┌──

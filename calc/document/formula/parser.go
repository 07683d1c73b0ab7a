package formula

import (
	"cmp"
	"fmt"
	"regexp"
	"slices"
	"strings"

	"quoin/calc/diag"
	"quoin/calc/expr"
	"quoin/calc/quantity"
)

// Limits that keep a hostile line from exhausting the stack.
const (
	deepest = 400  // calls within calls: about 200 brackets within brackets
	longest = 2000 // levels of the tree, as of a chain of operators
	most    = 20   // findings told of one line
)

// parser is a Pratt parser. Its lexer works on demand, for only the parser
// knows where a unit is expected.
type parser struct {
	text     string
	names    Names
	pos      int   // behind tok
	last     int   // end of the token before tok
	tok      token // the one at hand
	depth    int   // brackets open
	level    int   // calls of unary under way
	logic    bool  // inside the condition of an if
	broken   bool  // a fault is reported that makes what follows meaningless
	findings []Finding
	height   map[*expr.Node]int
}

func newParser(text string, names Names) *parser {
	return &parser{text: text, names: names, height: map[*expr.Node]int{}}
}

// fail reports an error.
func (p *parser) fail(code string, from, to int, summary, hint string) {
	if len(p.findings) >= most {
		return
	}
	p.findings = append(p.findings, Finding{Code: code, From: from, To: to, Summary: summary, Hint: hint})
}

// syntax reports what is wrong with the token at hand. Only the first such
// fault is told: what follows it is guesswork.
// It is also silent where the token, or the one before, is at fault already.
func (p *parser) syntax(summary, hint string) *expr.Node {
	known := func(i Finding) bool { return i.To == p.last || i.From <= p.tok.from && p.tok.from < i.To }
	if !p.broken && !slices.ContainsFunc(p.findings, known) {
		p.fail("syntax", p.tok.from, p.tok.to, summary, hint)
	}
	p.broken = true
	return nil
}

// done returns the findings in the order of the text.
func (p *parser) done() []Finding {
	slices.SortStableFunc(p.findings, func(a, b Finding) int { return cmp.Or(cmp.Compare(a.From, b.From), cmp.Compare(a.To, b.To)) })
	return p.findings
}

// shown is the token at hand for a message.
func (p *parser) shown() string {
	if p.tok.kind == endOfText {
		return "the end of the line"
	}
	return fmt.Sprintf("%q", p.text[p.tok.from:p.tok.to])
}

// end wants the end of the text.
func (p *parser) end() {
	if p.broken || p.tok.kind == endOfText {
		return
	}
	switch p.tok.kind {
	case asWord:
		p.syntax("as has no place here", "a result unit ends a line of the form name = expression as unit")
	case assign:
		p.syntax("a second = in the line", "one line sets one name; equality is tested by ==")
	case ",":
		p.syntax("a comma has no place here", "a vector is written [a, b]; decimals have a point")
	case ")", "]":
		p.syntax(fmt.Sprintf("%s closes nothing", p.shown()), "")
	case "<", "<=", ">", ">=", "==":
		p.syntax("a comparison has no place here", "comparisons stand in check lines and in the condition of an if")
	case "within":
		p.syntax("within has no place here", "it follows an equality: check a == b within 2 %")
	case "and", "or", "not":
		p.syntax(fmt.Sprintf("%s stands only in the condition of an if", p.tok.kind), "")
	case "*", "/":
		p.syntax(fmt.Sprintf("%s has no place behind a unit and a blank", p.shown()), "a unit has no blanks: kN*m")
	default:
		p.missingOperator()
	}
}

// unitBehind is a number with its unit at the end of a text.
var unitBehind = regexp.MustCompile(`[0-9.] ?([A-Za-z][A-Za-z*/^0-9]*)$`)

// missingOperator reports two operands side by side.
func (p *parser) missingOperator() *expr.Node {
	before, _, _ := strings.Cut(p.text[p.last:], p.text[p.tok.from:p.tok.to])
	hint := "is a * missing? products are written with *"
	if p.tok.kind == number {
		hint = "is an operator missing? thousands have no separator; products are written with *"
	}
	if p.tok.kind == word && len(before) > 1 && quantity.IsSymbol(p.tok.name) {
		hint = "a unit stands one blank behind its number at most; products are written with *"
	}
	written := p.text[p.tok.from:p.tok.to]
	switch {
	case strings.HasPrefix(strings.TrimLeft(p.text[p.tok.to:], " "), ":"):
		hint = "is a comma missing before the field " + written + "?"
	case written == "if":
		hint = "write if(a < b, x, y)"
	case p.tok.kind == word && quantity.IsSymbol(written) && unitBehind.MatchString(p.text[:p.last]):
		hint = "a unit has no blanks: " + unitBehind.FindStringSubmatch(p.text[:p.last])[1] + "*" + written
	case p.tok.kind == number && strings.HasPrefix(p.text[p.tok.to:], "/"):
		hint = "an inverse unit is written 2 s^-1"
	case p.depth > 0:
		hint = "is a comma missing, or an operator?"
	}
	return p.syntax(fmt.Sprintf("%s follows without an operator", p.shown()), hint)
}

// node makes a node and guards the height of the tree.
func (p *parser) node(op expr.Op, text string, from int, args ...*expr.Node) *expr.Node {
	n := &expr.Node{Op: op, Text: text, Args: args, From: from, To: p.last}
	h := 0
	for i, a := range args {
		h = max(h, p.height[a])
		if isLogical(a.Op) && !takesCondition(op, text, i) {
			if !p.broken {
				p.fail("syntax", a.From, a.To, "a comparison is no value", "comparisons are joined by and, or, not")
			}
			p.broken = true
			return nil
		}
	}
	p.height[n] = h + 1
	if h >= longest {
		if !p.broken {
			p.fail("too-long", from, p.last, fmt.Sprintf("more than %d operations hang on each other", longest), "split the line; a long sum is written sum([...])")
		}
		p.broken = true
		return nil
	}
	return n
}

// takesCondition tells whether argument i of a node is a condition.
func takesCondition(op expr.Op, text string, i int) bool {
	switch op {
	case expr.And, expr.Or, expr.Not:
		return true
	case expr.Within, expr.Call:
		return i == 0 && (op == expr.Within || text == "if")
	}
	return false
}

// check reads the comparison of a check line.
func (p *parser) check() *expr.Node {
	if p.tok.kind == endOfText {
		return p.syntax("the check is empty", "write check a <= b")
	}
	n := p.comparison()
	if n != nil && !p.broken {
		if n.Op != expr.Within && !isComparison(n.Op) && (p.tok.kind == endOfText || p.tok.kind == assign) {
			hint := "write check a <= b"
			if p.tok.kind == assign {
				hint = "equality is tested by ==, with within: check a == b within 2 %"
			}
			return p.syntax("the check compares nothing", hint)
		}
		p.end()
	}
	return n
}

func isComparison(op expr.Op) bool {
	switch op {
	case expr.Less, expr.AtMost, expr.More, expr.AtLeast, expr.Equal:
		return true
	}
	return false
}

// comparison reads "a <= b" or "a == b within c"; without a sign it is the sum alone.
func (p *parser) comparison() *expr.Node {
	from := p.tok.from
	left := p.expression()
	op := p.tok
	if left == nil || !isComparison(expr.Op(op.kind)) {
		return left
	}
	p.next()
	right := p.expression()
	if right == nil {
		return nil
	}
	n := p.node(expr.Op(op.kind), "", from, left, right)
	switch {
	case isComparison(expr.Op(p.tok.kind)):
		return p.syntax("comparisons do not chain", "write two checks, or in an if: a < b and b < c")
	case p.tok.kind == "within" && n.Op != expr.Equal:
		return p.syntax("within follows an equality only", "write a == b within 2 %")
	case p.tok.kind == "within":
		p.next()
		tolerance := p.expression()
		if tolerance == nil {
			return nil
		}
		return p.node(expr.Within, "", from, n, tolerance)
	case n.Op == expr.Equal && !p.broken:
		p.fail("syntax", op.from, op.to, "an equality needs a tolerance", "write a == b within 2 %; a tolerance with a unit is absolute")
		p.broken = true
		return nil
	}
	return n
}

// condition reads what an if decides by: or, and, not, comparisons.
func (p *parser) condition() *expr.Node { return p.logical("or", expr.Or, p.conjunction) }

func (p *parser) conjunction() *expr.Node { return p.logical("and", expr.And, p.negation) }

func (p *parser) logical(sign kind, op expr.Op, operand func() *expr.Node) *expr.Node {
	from := p.tok.from
	left := operand()
	for left != nil && p.tok.kind == sign {
		p.next()
		right := operand()
		if right == nil {
			return nil
		}
		left = p.node(op, "", from, left, right)
	}
	return left
}

func (p *parser) negation() *expr.Node {
	from := p.tok.from
	if p.tok.kind == "not" {
		if !p.enter() {
			return nil
		}
		defer p.leave()
		p.next()
		n := p.negation()
		if n == nil {
			return nil
		}
		return p.node(expr.Not, "", from, n)
	}
	was := p.logic
	p.logic = true
	n := p.comparison()
	p.logic = was
	if n != nil && !isLogical(n.Op) && !p.broken {
		p.broken = true
		p.fail("syntax", n.From, n.To, "the condition compares nothing", "write if(a < b, x, y)")
		return nil
	}
	return n
}

func isLogical(op expr.Op) bool {
	return isComparison(op) || op == expr.Within || op == expr.And || op == expr.Or || op == expr.Not
}

// power of the binary operators, and of unary minus between * and ^.
const (
	sumPower = iota + 1
	productPower
	minusPower
	raisePower
)

func bindingPower(k kind) int {
	switch k {
	case "+", "-":
		return sumPower
	case "*", "/":
		return productPower
	case "^":
		return raisePower
	}
	return 0
}

// expression reads sums and all that binds tighter.
func (p *parser) expression() *expr.Node { return p.binary(sumPower) }
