package formula

import (
	"cmp"
	"fmt"
	"math"
	"slices"

	"quoin/calc/expr"
	"quoin/calc/quantity"
)

// function is a function of the language. least and most count arguments (most
// 0: any number); form shows a call.
type function struct {
	form, doc   string
	least, most int
	// pure is a real function of pure numbers, taken item by item; domain says
	// in words where it is defined, and within tells whether x is.
	pure   func(x float64) float64
	domain string
	within func(x float64) bool
	// apply is any other function of evaluated arguments.
	apply func(e *evaluator, n *expr.Node, args []quantity.Value) (quantity.Value, bool)
	// whole: the function looks at a vector as a whole.
	whole bool
}

// Doc is a function as the reference shows it.
type Doc struct{ Form, Text string }

// Functions is every function of the language, by name.
func Functions() []Doc {
	out := make([]Doc, len(functionNames))
	for i, name := range functionNames {
		out[i] = Doc{functions[name].form, functions[name].doc}
	}
	return out
}

// takes is the number of arguments in words.
func (f function) takes() string {
	switch {
	case f.most == 0:
		return fmt.Sprintf("%d or more arguments", f.least)
	case f.most == 1:
		return "1 argument"
	}
	return fmt.Sprintf("%d arguments", f.most)
}

var functions map[string]function

var functionNames []string

func init() {
	functions = map[string]function{
		"abs":   {form: "abs(x)", doc: "the value without its sign", least: 1, most: 1, apply: absolute},
		"sqrt":  {form: "sqrt(x)", doc: "the square root; the unit takes the root too", least: 1, most: 1, apply: root},
		"exp":   {form: "exp(x)", doc: "e to the power x, of a pure number", least: 1, most: 1, pure: math.Exp},
		"log":   {form: "log(x)", doc: "the natural logarithm of a positive pure number", least: 1, most: 1, pure: math.Log, domain: "a positive number", within: positive},
		"log10": {form: "log10(x)", doc: "the logarithm to the base 10 of a positive pure number", least: 1, most: 1, pure: math.Log10, domain: "a positive number", within: positive},
		"sin":   {form: "sin(x)", doc: "the sine of an angle", least: 1, most: 1, pure: math.Sin},
		"cos":   {form: "cos(x)", doc: "the cosine of an angle", least: 1, most: 1, pure: math.Cos},
		"tan":   {form: "tan(x)", doc: "the tangent of an angle", least: 1, most: 1, pure: math.Tan, domain: "an angle other than a quarter turn", within: func(x float64) bool { return math.Abs(math.Cos(x)) > 1e-15 }},
		"asin":  {form: "asin(x)", doc: "the angle with this sine, in rad", least: 1, most: 1, pure: math.Asin, domain: "a number from -1 to 1", within: sine},
		"acos":  {form: "acos(x)", doc: "the angle with this cosine, in rad", least: 1, most: 1, pure: math.Acos, domain: "a number from -1 to 1", within: sine},
		"atan":  {form: "atan(x)", doc: "the angle with this tangent, in rad", least: 1, most: 1, pure: math.Atan},
		"floor": {form: "floor(x)", doc: "the largest whole number up to x; x within 1e-12 of itself of a whole number counts as that one", least: 1, most: 1, pure: floor},
		"ceil":  {form: "ceil(x)", doc: "the smallest whole number from x on, by the same rule", least: 1, most: 1, pure: ceil},
		"round": {form: "round(x)", doc: "the nearest whole number; halves away from zero", least: 1, most: 1, pure: math.Round},

		"sum":    {form: "sum(v)", doc: "the sum of the items of a vector", least: 1, most: 1, apply: sum, whole: true},
		"cumsum": {form: "cumsum(v)", doc: "the running sum of a vector from its first item, a vector", least: 1, most: 1, apply: cumsum, whole: true},
		"len":    {form: "len(v)", doc: "the number of items of a vector", least: 1, most: 1, apply: length, whole: true},
		"max":    {form: "max(v) or max(a, b)", doc: "the largest item of a vector; with more arguments the largest of them, item by item", least: 1, apply: extreme(func(a, b float64) bool { return a > b })},
		"min":    {form: "min(v) or min(a, b)", doc: "the smallest, by the same rule", least: 1, apply: extreme(func(a, b float64) bool { return a < b })},
		"interp": {form: "interp(x, xs, ys)", doc: "the value at x on the straight lines through the points (xs, ys), never beyond their ends", least: 3, most: 3, apply: interpolate},
		"num":    {form: "num(x, unit)", doc: "the pure number of x in a unit, for empirical formulas", least: 1, most: 1, apply: count},
		"if":     {form: "if(a < b, x, y)", doc: "x where the condition holds, else y; conditions are joined by and, or, not", least: 3, most: 3}, // evaluated lazily, see conditional
	}
	for name := range functions {
		functionNames = append(functionNames, name)
	}
	slices.Sort(functionNames)
}

// floor and ceil take what the arithmetic of doubles leaves beside a whole number
// for that number, as checks do: floor(0.3 / 0.1) is 3.
func floor(x float64) float64 {
	if whole := math.Round(x); math.Abs(x-whole) <= min(rounding*math.Max(1, math.Abs(x)), 1e-6) {
		return whole
	}
	return math.Floor(x)
}

func ceil(x float64) float64 { return -floor(-x) }

func positive(x float64) bool { return x > 0 }
func sine(x float64) bool     { return math.Abs(x) <= 1 }

// applyPure takes a real function item by item.
func (e *evaluator) applyPure(n *expr.Node, f function, x quantity.Value) (quantity.Value, bool) {
	if !x.Dim.Is(quantity.None) {
		hint := "num(x, unit) is the number of x in a unit"
		return e.failHint("dimension", n.Args[0], hint, "%s needs a pure number, not %s", n.Text, x.Dim.Name())
	}
	out := like(x, quantity.None, quantity.Unit{})
	for i, v := range x.SI {
		if f.within != nil && !f.within(v) {
			if e.idle(i, len(x.SI)) {
				continue
			}
			return e.fail("domain", n.Args[0], "%s needs %s, not %s%s", n.Text, f.domain, show(v, x), at(i, x))
		}
		out.SI[i] = f.pure(v)
	}
	return out, true
}

func absolute(e *evaluator, n *expr.Node, args []quantity.Value) (quantity.Value, bool) {
	out := like(args[0], args[0].Dim, args[0].Unit)
	for i, v := range args[0].SI {
		out.SI[i] = math.Abs(v)
	}
	return out, true
}

func root(e *evaluator, n *expr.Node, args []quantity.Value) (quantity.Value, bool) {
	x := args[0]
	out := like(x, x.Dim.Power(0.5), quantity.Unit{})
	for i, v := range x.SI {
		if v < 0 {
			if e.idle(i, len(x.SI)) {
				continue
			}
			return e.fail("domain", n.Args[0], "the square root of %s%s is not a real number", show(v, x), at(i, x))
		}
		out.SI[i] = math.Sqrt(v)
	}
	return out, true
}

// sum adds the items of a vector in their order.
func sum(e *evaluator, n *expr.Node, args []quantity.Value) (quantity.Value, bool) {
	v := args[0]
	if v.Shape == quantity.Rows {
		return e.failRows(n.Args[0])
	}
	total := 0.0
	for _, x := range v.SI {
		total += x
	}
	return quantity.Value{Dim: v.Dim, SI: []float64{total}, Unit: v.Unit}, true
}

// cumsum is the running sum from the first item.
func cumsum(e *evaluator, n *expr.Node, args []quantity.Value) (quantity.Value, bool) {
	v := args[0]
	switch v.Shape {
	case quantity.Rows:
		return e.failRows(n.Args[0])
	case quantity.Number:
		return e.fail("shape", n.Args[0], "cumsum needs a vector")
	}
	out := like(v, v.Dim, v.Unit)
	total := 0.0
	for i, x := range v.SI {
		total += x
		out.SI[i] = total
	}
	return out, true
}

// length is the number of items of a vector, or of rows.
func length(e *evaluator, n *expr.Node, args []quantity.Value) (quantity.Value, bool) {
	if args[0].Shape == quantity.Number {
		return e.fail("shape", n.Args[0], "len needs a vector")
	}
	return quantity.Pure(float64(args[0].Len())), true
}

// count is num(x, unit): the pure number of x in the unit.
func count(e *evaluator, n *expr.Node, args []quantity.Value) (quantity.Value, bool) {
	x := args[0]
	u, err := quantity.ParseUnit(n.Unit)
	if err != nil {
		return e.fail("unknown-unit", n, "%v", err)
	}
	if !x.Dim.Is(u.Dim) {
		return e.failHint("dimension", n.Args[0], "name a unit of the same dimension", "num cannot count %s in %s", x.Dim.Name(), cmp.Or(u.Pretty(), "1"))
	}
	out := like(x, quantity.None, quantity.Unit{})
	for i, v := range x.SI {
		out.SI[i] = u.From(v)
	}
	return out, true
}

// extreme is max or min: of a vector with one argument, item by item with more.
// Among equals the first governs.
func extreme(better func(a, b float64) bool) func(*evaluator, *expr.Node, []quantity.Value) (quantity.Value, bool) {
	return func(e *evaluator, n *expr.Node, args []quantity.Value) (quantity.Value, bool) {
		if len(args) == 1 {
			v := args[0]
			if v.Shape == quantity.Rows {
				return e.failRows(n.Args[0])
			}
			if len(v.SI) == 0 {
				return e.fail("length", n.Args[0], "%s of a vector without items", n.Text)
			}
			k := 0
			for i := range v.SI {
				if better(v.SI[i], v.SI[k]) {
					k = i
				}
			}
			e.take(n, []int{k + 1})
			return quantity.Value{Dim: v.Dim, SI: []float64{v.SI[k]}, Unit: v.Unit}, true
		}
		out := args[0]
		var taken []int
		for k, b := range args[1:] {
			if !out.Dim.Is(b.Dim) {
				return e.failHint("dimension", n.Args[k+1], zeroHint(n.Args[0], args[0], n.Args[k+1], b), "%s cannot compare %s with %s", n.Text, out.Dim.Name(), b.Dim.Name())
			}
			shape, ok := e.shape(n, out, b)
			if !ok {
				return quantity.Value{}, false
			}
			was := taken
			taken = make([]int, len(shape.SI))
			for i := range shape.SI {
				x, y := item(out, i), item(b, i)
				taken[i] = 1
				if len(was) > 0 {
					taken[i] = was[min(i, len(was)-1)]
				}
				shape.SI[i] = x
				if better(y, x) {
					shape.SI[i], taken[i] = y, k+2
				}
			}
			shape.Dim, shape.Unit = out.Dim, args[0].Unit
			out = shape
		}
		e.take(n, taken)
		return out, true
	}
}

// interpolate is interp(x, xs, ys): linear between the points, never beyond.
func interpolate(e *evaluator, n *expr.Node, args []quantity.Value) (quantity.Value, bool) {
	x, xs, ys := args[0], args[1], args[2]
	if !x.Dim.Is(xs.Dim) {
		return e.fail("dimension", n.Args[0], "interp looks up %s among points that are %s", x.Dim.Name(), xs.Dim.Name())
	}
	if xs.Shape != quantity.Vector || len(xs.SI) == 0 {
		return e.fail("shape", n.Args[1], "interp needs a vector of points")
	}
	if ys.Shape != quantity.Vector || len(ys.SI) != len(xs.SI) {
		return e.fail("length", n.Args[2], "interp needs as many values as points: %d points, %s", len(xs.SI), size(ys))
	}
	for i := 1; i < len(xs.SI); i++ {
		if xs.SI[i] <= xs.SI[i-1] {
			return e.fail("domain", n.Args[1], "the points of interp must increase; item %d is %s after %s", i+1, show(xs.SI[i], xs), show(xs.SI[i-1], xs))
		}
	}
	out := like(x, ys.Dim, ys.Unit)
	last := len(xs.SI) - 1
	for i, v := range x.SI {
		// What the arithmetic of doubles leaves at an end does not count.
		if slack := rounding * max(math.Abs(xs.SI[0]), math.Abs(xs.SI[last])); v >= xs.SI[0]-slack && v <= xs.SI[last]+slack {
			v = min(max(v, xs.SI[0]), xs.SI[last])
		}
		if v < xs.SI[0] || v > xs.SI[last] {
			if e.idle(i, len(x.SI)) {
				continue
			}
			return e.failHint("domain", n.Args[0], "interp does not extrapolate", "%s%s lies outside the points, which run from %s to %s", show(v, x), at(i, x), show(xs.SI[0], xs), show(xs.SI[last], xs))
		}
		j, _ := slices.BinarySearch(xs.SI, v)
		if xs.SI[j] == v {
			out.SI[i] = ys.SI[j]
			continue
		}
		t := (v - xs.SI[j-1]) / (xs.SI[j] - xs.SI[j-1])
		out.SI[i] = ys.SI[j-1] + t*(ys.SI[j]-ys.SI[j-1])
	}
	return out, true
}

└──

WHAT IS BEING ASKED -
Go through the entries. Report every line that contains the word "products".

TASK RESPONSE -
	hint := "is a * missing? products are written with *"
		hint = "is an operator missing? thousands have no separator; products are written with *"
		hint = "a unit stands one blank behind its number at most; products are written with *"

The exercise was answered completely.